__ACTIVITY__: Using the records below, transcribe word for word the stretch from the line that contains "[[K − ω²M, 2ζK], [−2ζK, K" through the line that contains "sin_parts.append(s.matrix @ (ub", both end lines included, and nothing else.
■ ■ ■ ■
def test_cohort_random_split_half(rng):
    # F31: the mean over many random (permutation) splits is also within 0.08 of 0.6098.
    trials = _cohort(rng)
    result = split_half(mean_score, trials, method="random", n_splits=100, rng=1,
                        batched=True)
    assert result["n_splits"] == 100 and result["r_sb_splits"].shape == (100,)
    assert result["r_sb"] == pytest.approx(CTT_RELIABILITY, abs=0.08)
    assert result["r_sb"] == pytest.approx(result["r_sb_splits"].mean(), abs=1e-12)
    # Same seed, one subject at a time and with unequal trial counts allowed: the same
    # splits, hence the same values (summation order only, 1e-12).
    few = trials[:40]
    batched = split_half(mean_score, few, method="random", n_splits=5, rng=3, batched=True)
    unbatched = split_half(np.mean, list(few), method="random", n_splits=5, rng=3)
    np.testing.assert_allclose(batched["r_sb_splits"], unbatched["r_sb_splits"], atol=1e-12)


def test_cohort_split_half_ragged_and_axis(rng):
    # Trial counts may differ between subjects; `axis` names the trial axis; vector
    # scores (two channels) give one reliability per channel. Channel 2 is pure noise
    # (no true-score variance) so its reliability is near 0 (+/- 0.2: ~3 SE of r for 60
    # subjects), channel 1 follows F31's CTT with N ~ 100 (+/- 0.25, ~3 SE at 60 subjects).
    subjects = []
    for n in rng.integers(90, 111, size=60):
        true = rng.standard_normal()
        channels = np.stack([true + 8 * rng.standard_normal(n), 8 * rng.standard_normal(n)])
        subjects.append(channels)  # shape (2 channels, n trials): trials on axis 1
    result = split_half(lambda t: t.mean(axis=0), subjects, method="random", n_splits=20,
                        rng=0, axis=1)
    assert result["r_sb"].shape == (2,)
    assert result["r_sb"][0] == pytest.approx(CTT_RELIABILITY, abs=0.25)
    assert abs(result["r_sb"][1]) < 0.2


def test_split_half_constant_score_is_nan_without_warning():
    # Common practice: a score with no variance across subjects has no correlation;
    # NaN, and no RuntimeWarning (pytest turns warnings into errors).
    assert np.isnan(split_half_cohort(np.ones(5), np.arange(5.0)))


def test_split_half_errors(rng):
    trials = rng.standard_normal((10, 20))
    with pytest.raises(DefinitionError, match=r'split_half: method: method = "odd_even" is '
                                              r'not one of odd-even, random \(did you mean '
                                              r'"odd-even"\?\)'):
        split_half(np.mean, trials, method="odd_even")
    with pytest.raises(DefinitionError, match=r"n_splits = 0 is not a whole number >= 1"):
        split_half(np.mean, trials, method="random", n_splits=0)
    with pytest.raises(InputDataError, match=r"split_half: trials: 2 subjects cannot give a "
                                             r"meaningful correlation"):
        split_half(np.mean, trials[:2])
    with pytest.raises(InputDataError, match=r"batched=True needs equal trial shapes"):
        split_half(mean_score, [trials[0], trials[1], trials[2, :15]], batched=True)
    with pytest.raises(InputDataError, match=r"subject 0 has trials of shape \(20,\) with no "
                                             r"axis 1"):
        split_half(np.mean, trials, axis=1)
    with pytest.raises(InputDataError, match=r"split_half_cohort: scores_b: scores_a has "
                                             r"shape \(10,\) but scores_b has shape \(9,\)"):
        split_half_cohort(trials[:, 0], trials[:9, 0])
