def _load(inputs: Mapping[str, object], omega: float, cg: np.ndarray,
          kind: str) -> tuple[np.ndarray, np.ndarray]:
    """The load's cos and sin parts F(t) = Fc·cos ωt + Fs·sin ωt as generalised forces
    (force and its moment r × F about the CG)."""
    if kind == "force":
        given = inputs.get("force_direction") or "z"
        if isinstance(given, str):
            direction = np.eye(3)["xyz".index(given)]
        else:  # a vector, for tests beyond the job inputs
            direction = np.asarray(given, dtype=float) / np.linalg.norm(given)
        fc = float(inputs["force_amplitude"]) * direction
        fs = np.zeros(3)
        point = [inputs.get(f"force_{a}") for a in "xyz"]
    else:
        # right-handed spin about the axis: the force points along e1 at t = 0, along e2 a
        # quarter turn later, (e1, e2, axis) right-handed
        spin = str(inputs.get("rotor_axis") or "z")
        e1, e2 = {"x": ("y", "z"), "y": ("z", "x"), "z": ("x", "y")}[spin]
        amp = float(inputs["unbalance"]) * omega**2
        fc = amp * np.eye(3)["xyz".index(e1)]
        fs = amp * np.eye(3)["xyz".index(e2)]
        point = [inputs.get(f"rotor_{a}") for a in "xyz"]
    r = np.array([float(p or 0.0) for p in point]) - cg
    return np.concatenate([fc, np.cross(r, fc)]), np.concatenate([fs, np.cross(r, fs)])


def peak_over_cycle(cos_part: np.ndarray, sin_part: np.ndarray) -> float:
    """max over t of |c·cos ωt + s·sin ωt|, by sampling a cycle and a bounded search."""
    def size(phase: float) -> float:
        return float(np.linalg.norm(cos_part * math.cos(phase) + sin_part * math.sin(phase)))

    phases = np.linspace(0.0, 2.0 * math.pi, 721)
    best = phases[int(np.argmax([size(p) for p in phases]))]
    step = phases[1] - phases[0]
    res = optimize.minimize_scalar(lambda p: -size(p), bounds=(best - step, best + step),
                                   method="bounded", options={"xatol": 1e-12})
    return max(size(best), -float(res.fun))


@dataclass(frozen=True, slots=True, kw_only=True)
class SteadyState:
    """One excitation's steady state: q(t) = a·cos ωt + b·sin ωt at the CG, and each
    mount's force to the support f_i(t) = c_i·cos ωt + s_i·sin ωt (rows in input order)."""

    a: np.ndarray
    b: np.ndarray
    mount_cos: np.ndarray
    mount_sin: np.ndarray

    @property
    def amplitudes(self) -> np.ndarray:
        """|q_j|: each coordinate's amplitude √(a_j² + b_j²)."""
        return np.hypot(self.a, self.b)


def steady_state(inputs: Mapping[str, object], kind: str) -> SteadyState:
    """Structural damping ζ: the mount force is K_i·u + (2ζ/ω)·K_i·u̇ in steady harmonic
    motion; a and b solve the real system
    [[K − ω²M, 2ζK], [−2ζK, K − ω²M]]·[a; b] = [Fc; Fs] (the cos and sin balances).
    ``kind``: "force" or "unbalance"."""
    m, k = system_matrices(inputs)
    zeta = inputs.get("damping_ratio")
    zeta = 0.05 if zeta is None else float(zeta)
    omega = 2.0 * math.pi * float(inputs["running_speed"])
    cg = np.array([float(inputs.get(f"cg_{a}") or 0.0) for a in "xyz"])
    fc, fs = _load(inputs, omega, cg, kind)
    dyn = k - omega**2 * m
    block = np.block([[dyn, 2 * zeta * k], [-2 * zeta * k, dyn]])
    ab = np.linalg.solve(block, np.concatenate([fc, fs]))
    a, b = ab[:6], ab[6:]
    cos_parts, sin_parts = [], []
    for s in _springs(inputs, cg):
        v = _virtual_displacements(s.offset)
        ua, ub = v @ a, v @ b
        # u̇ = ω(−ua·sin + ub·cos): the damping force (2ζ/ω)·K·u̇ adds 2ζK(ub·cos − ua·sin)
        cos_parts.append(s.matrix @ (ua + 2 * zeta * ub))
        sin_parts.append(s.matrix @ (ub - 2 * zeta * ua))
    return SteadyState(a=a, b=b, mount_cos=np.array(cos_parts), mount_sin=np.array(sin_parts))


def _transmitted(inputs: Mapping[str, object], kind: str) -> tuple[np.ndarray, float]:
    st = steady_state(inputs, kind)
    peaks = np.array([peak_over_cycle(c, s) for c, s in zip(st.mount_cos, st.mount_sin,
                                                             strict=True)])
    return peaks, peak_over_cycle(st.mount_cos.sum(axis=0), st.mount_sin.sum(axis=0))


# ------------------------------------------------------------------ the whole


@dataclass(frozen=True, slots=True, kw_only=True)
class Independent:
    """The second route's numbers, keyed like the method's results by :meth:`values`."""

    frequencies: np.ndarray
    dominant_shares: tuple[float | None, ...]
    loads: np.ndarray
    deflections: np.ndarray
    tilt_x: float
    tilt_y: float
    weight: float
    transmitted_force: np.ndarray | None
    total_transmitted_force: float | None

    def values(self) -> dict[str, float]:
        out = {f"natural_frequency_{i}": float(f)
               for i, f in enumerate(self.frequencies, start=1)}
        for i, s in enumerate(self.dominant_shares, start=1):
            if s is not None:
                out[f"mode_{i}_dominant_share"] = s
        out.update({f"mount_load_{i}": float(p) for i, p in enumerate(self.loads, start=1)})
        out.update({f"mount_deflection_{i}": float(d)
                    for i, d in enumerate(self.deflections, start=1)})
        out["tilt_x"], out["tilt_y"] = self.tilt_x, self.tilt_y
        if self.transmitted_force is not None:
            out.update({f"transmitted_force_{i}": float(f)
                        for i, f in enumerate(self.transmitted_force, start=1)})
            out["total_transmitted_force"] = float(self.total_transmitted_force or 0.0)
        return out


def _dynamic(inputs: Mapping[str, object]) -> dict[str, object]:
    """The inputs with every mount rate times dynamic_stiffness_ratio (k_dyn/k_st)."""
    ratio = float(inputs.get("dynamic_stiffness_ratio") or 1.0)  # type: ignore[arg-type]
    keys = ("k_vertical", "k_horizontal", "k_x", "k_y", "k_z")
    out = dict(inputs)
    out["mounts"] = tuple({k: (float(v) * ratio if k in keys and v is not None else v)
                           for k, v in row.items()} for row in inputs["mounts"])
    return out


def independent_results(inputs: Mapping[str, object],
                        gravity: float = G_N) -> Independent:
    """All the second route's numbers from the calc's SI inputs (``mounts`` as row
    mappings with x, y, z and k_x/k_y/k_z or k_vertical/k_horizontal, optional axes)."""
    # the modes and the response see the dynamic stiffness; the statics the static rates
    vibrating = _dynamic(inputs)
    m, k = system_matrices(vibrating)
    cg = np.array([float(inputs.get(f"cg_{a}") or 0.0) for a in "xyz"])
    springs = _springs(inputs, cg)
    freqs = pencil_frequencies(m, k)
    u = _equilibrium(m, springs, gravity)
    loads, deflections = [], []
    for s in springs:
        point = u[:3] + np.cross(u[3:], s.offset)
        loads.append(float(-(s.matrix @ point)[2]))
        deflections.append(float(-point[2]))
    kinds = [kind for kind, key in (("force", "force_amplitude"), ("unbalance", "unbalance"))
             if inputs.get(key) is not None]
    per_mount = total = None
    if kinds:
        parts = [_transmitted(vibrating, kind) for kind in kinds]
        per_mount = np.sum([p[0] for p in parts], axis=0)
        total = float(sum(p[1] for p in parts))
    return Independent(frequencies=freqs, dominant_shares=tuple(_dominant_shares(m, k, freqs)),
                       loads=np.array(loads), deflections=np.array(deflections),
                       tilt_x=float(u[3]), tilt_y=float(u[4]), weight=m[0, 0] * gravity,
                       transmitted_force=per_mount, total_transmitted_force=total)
■ ■ ■ ■
__RESPONSE TO THIS EXERCISE__:
    [[K − ω²M, 2ζK], [−2ζK, K − ω²M]]·[a; b] = [Fc; Fs] (the cos and sin balances).
    ``kind``: "force" or "unbalance"."""
    m, k = system_matrices(inputs)
    zeta = inputs.get("damping_ratio")
    zeta = 0.05 if zeta is None else float(zeta)
    omega = 2.0 * math.pi * float(inputs["running_speed"])
    cg = np.array([float(inputs.get(f"cg_{a}") or 0.0) for a in "xyz"])
    fc, fs = _load(inputs, omega, cg, kind)
    dyn = k - omega**2 * m
    block = np.block([[dyn, 2 * zeta * k], [-2 * zeta * k, dyn]])
    ab = np.linalg.solve(block, np.concatenate([fc, fs]))
    a, b = ab[:6], ab[6:]
    cos_parts, sin_parts = [], []
    for s in _springs(inputs, cg):
        v = _virtual_displacements(s.offset)
        ua, ub = v @ a, v @ b
        # u̇ = ω(−ua·sin + ub·cos): the damping force (2ζ/ω)·K·u̇ adds 2ζK(ub·cos − ua·sin)
        cos_parts.append(s.matrix @ (ua + 2 * zeta * ub))
        sin_parts.append(s.matrix @ (ub - 2 * zeta * ua))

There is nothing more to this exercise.